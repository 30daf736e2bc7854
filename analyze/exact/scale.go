package exact

import (
	"math"
	"math/big"
)

// intEntry is an entry g + s·c with integers; nil stands for zero.
type intEntry struct {
	col  int
	g, c *big.Int
}

// intPencil is a pencil scaled to integers: row i was multiplied by rowScale[i],
// column j by colScale[j], and s replaced by s'·10^exponent.
type intPencil struct {
	rows               [][]intEntry
	rowScale, colScale []*big.Rat
	exponent           int
}

// scaled returns the integer form of p with small numbers.
func (p *Pencil) scaled() *intPencil {
	n := p.Size()
	q := &intPencil{
		rows:     make([][]intEntry, n),
		rowScale: make([]*big.Rat, n),
		colScale: make([]*big.Rat, n),
		exponent: p.timeScale(),
	}
	t := powerOfTen(q.exponent)
	colGCD := make([]*big.Int, n)
	var scaledC big.Rat
	for i, r := range p.rows {
		// Over the common denominator of the row, without common factor.
		den, num := big.NewInt(1), new(big.Int)
		row := make([]intEntry, 0, len(r))
		cs := make([]big.Rat, len(r))
		for k, e := range r {
			if e.C.Sign() != 0 {
				cs[k].Set(scaledC.Mul(e.C, t))
			}
			lcmInto(den, e.G.Denom())
			lcmInto(den, cs[k].Denom())
		}
		for k, e := range r {
			v := intEntry{col: e.Col, g: overDenominator(e.G, den), c: overDenominator(&cs[k], den)}
			if v.g != nil || v.c != nil {
				gcdInto(num, v.g)
				gcdInto(num, v.c)
				row = append(row, v)
			}
		}
		if num.Sign() == 0 {
			num.SetInt64(1)
		}
		q.rowScale[i] = new(big.Rat).SetFrac(den, num)
		for k := range row {
			row[k].divide(num)
			if colGCD[row[k].col] == nil {
				colGCD[row[k].col] = new(big.Int)
			}
			gcdInto(colGCD[row[k].col], row[k].g)
			gcdInto(colGCD[row[k].col], row[k].c)
		}
		q.rows[i] = row
	}
	for j, g := range colGCD {
		if g == nil {
			g = big.NewInt(1)
		}
		colGCD[j] = g
		q.colScale[j] = new(big.Rat).SetFrac(bigOne, g)
	}
	for _, row := range q.rows {
		for k := range row {
			row[k].divide(colGCD[row[k].col])
		}
	}
	return q
}

// divide divides an entry by a common factor.
func (e *intEntry) divide(g *big.Int) {
	if isOne(g) {
		return
	}
	if e.g != nil {
		e.g.Quo(e.g, g)
	}
	if e.c != nil {
		e.c.Quo(e.c, g)
	}
}

// overDenominator returns r·den, nil for zero; den is a multiple of r's
// denominator.
func overDenominator(r *big.Rat, den *big.Int) *big.Int {
	if r.Sign() == 0 {
		return nil
	}
	v := new(big.Int).Set(den)
	if !isOne(r.Denom()) {
		v.Quo(v, r.Denom())
	}
	return v.Mul(v, r.Num())
}

// lcmInto sets a to the least common multiple of a and b.
func lcmInto(a, b *big.Int) {
	if isOne(b) || a.Cmp(b) == 0 {
		return
	}
	var g big.Int
	g.GCD(nil, nil, a, b)
	if g.Cmp(b) != 0 {
		a.Mul(a, g.Quo(b, &g))
	}
}

// gcdInto sets a to gcd(a, |b|); nil is zero.
func gcdInto(a, b *big.Int) {
	if b == nil || isOne(a) {
		return
	}
	if a.Sign() == 0 {
		a.Abs(b)
		return
	}
	var t big.Int
	a.GCD(nil, nil, a, t.Abs(b))
}

// powerOfTen returns 10^e.
func powerOfTen(e int) *big.Rat {
	x := new(big.Int).Exp(big.NewInt(10), big.NewInt(int64(max(e, -e))), nil)
	if e < 0 {
		return new(big.Rat).SetFrac(bigOne, x)
	}
	return new(big.Rat).SetInt(x)
}

// magnitude is what the choice of the time scale looks at in one number: its
// size and its powers of 2 and 5.
type magnitude struct {
	row, col  int
	log       float64 // log2|x|
	two, five int
	reactive  bool
}

// timeScale returns the exponent k for which s = s'·10^k makes the numbers of
// the scaled pencil shortest, by the estimate of scaledBits. Only speed
// depends on it.
func (p *Pencil) timeScale() int {
	var list []magnitude
	gLo, gHi, cLo, cHi := math.Inf(1), math.Inf(-1), math.Inf(1), math.Inf(-1)
	for e := range p.Entries() {
		if e.G.Sign() != 0 {
			m := measure(e.G)
			m.row, m.col = e.Row, e.Col
			gLo, gHi = min(gLo, m.log), max(gHi, m.log)
			list = append(list, m)
		}
		if e.C.Sign() != 0 {
			m := measure(e.C)
			m.row, m.col, m.reactive = e.Row, e.Col, true
			cLo, cHi = min(cLo, m.log), max(cHi, m.log)
			list = append(list, m)
		}
	}
	if gLo > gHi || cLo > cHi {
		return 0
	}
	const log2Of10 = 3.3219280948873623
	lo := int(math.Floor((gLo - cHi) / log2Of10))
	hi := int(math.Ceil((gHi - cLo) / log2Of10))
	work := scaleWork{
		row2: make([]int, p.Size()), row5: make([]int, p.Size()), rowMax: make([]float64, p.Size()),
		col2: make([]int, p.Size()), col5: make([]int, p.Size()),
	}
	const candidates = 12
	best, bestBits := 0, math.Inf(1)
	for {
		step := max(1, (hi-lo)/candidates)
		for k := lo; k <= hi; k += step {
			if b := work.bits(list, k); b < bestBits {
				best, bestBits = k, b
			}
		}
		if step == 1 {
			return best
		}
		lo, hi = best-step+1, best+step-1
	}
}

// measure reads size and valuations of a nonzero number.
func measure(r *big.Rat) magnitude {
	n2, n5 := valuations(r.Num())
	d2, d5 := valuations(r.Denom())
	return magnitude{log: log2Int(r.Num()) - log2Int(r.Denom()), two: n2 - d2, five: n5 - d5}
}

// valuations returns the exponents of 2 and of 5 in x ≠ 0; the second is 0
// also for long numbers, where it is not worth the division.
func valuations(x *big.Int) (two, five int) {
	two = int(x.TrailingZeroBits())
	if !x.IsUint64() && !x.IsInt64() {
		if x.BitLen() > 320 {
			return two, 0
		}
		var q, r big.Int
		q.Rsh(x, uint(two))
		for {
			quo, rem := new(big.Int).QuoRem(&q, bigFive, &r)
			if rem.Sign() != 0 {
				return two, five
			}
			q.Set(quo)
			five++
		}
	}
	var t big.Int
	v := t.Abs(x).Uint64() >> uint(two)
	for v%5 == 0 {
		v /= 5
		five++
	}
	return two, five
}

var bigFive = big.NewInt(5)

// log2Int returns log2|x| for x ≠ 0 with a relative error of the argument
// below 2^-50.
func log2Int(x *big.Int) float64 {
	k := x.BitLen()
	if k <= 63 {
		v := x.Int64()
		return math.Log2(math.Abs(float64(v)))
	}
	var t big.Int
	return math.Log2(float64(t.Rsh(t.Abs(x), uint(k-63)).Int64())) + float64(k-63)
}

// scaleWork is the memory of the estimate.
type scaleWork struct {
	row2, row5, col2, col5 []int
	rowMax                 []float64
}

// bits estimates the length of the determinant's coefficients for the time
// scale 10^k: the logarithms of the rows' largest numbers after removing
// denominators by rows and common factors by columns.
func (w *scaleWork) bits(list []magnitude, k int) float64 {
	const none = math.MaxInt / 2
	for i := range w.row2 {
		w.row2[i], w.row5[i], w.rowMax[i], w.col2[i], w.col5[i] = none, none, math.Inf(-1), none, none
	}
	for i := range list {
		m := &list[i]
		d := 0
		if m.reactive {
			d = k
		}
		w.row2[m.row] = min(w.row2[m.row], m.two+d)
		w.row5[m.row] = min(w.row5[m.row], m.five+d)
	}
	for i := range list {
		m := &list[i]
		d := 0
		if m.reactive {
			d = k
		}
		w.col2[m.col] = min(w.col2[m.col], m.two+d-w.row2[m.row])
		w.col5[m.col] = min(w.col5[m.col], m.five+d-w.row5[m.row])
	}
	const log2Of5 = 2.321928094887362
	for i := range list {
		m := &list[i]
		d := 0
		if m.reactive {
			d = k
		}
		l := m.log + float64(d)*(1+log2Of5) -
			float64(w.row2[m.row]+w.col2[m.col]) - log2Of5*float64(w.row5[m.row]+w.col5[m.col])
		w.rowMax[m.row] = max(w.rowMax[m.row], l)
	}
	sum := 0.0
	for _, l := range w.rowMax {
		if !math.IsInf(l, -1) {
			sum += l
		}
	}
	return sum
}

◇ ◇ ◇ ◇ ◇ ◇ ◇

→ **Work task**
All that belongs in your answer is the stretch of entries above from the line with "return two, 0" through the line with "var bigFive = big.NewInt(5)", printed exactly.

→ **Exercise response**
			return two, 0
		}
		var q, r big.Int
		q.Rsh(x, uint(two))
		for {
			quo, rem := new(big.Int).QuoRem(&q, bigFive, &r)
			if rem.Sign() != 0 {
				return two, five
			}
			q.Set(quo)
			five++
		}
	}
	var t big.Int
	v := t.Abs(x).Uint64() >> uint(two)
	for v%5 == 0 {
		v /= 5
		five++
	}
	return two, five
}

var bigFive = big.NewInt(5)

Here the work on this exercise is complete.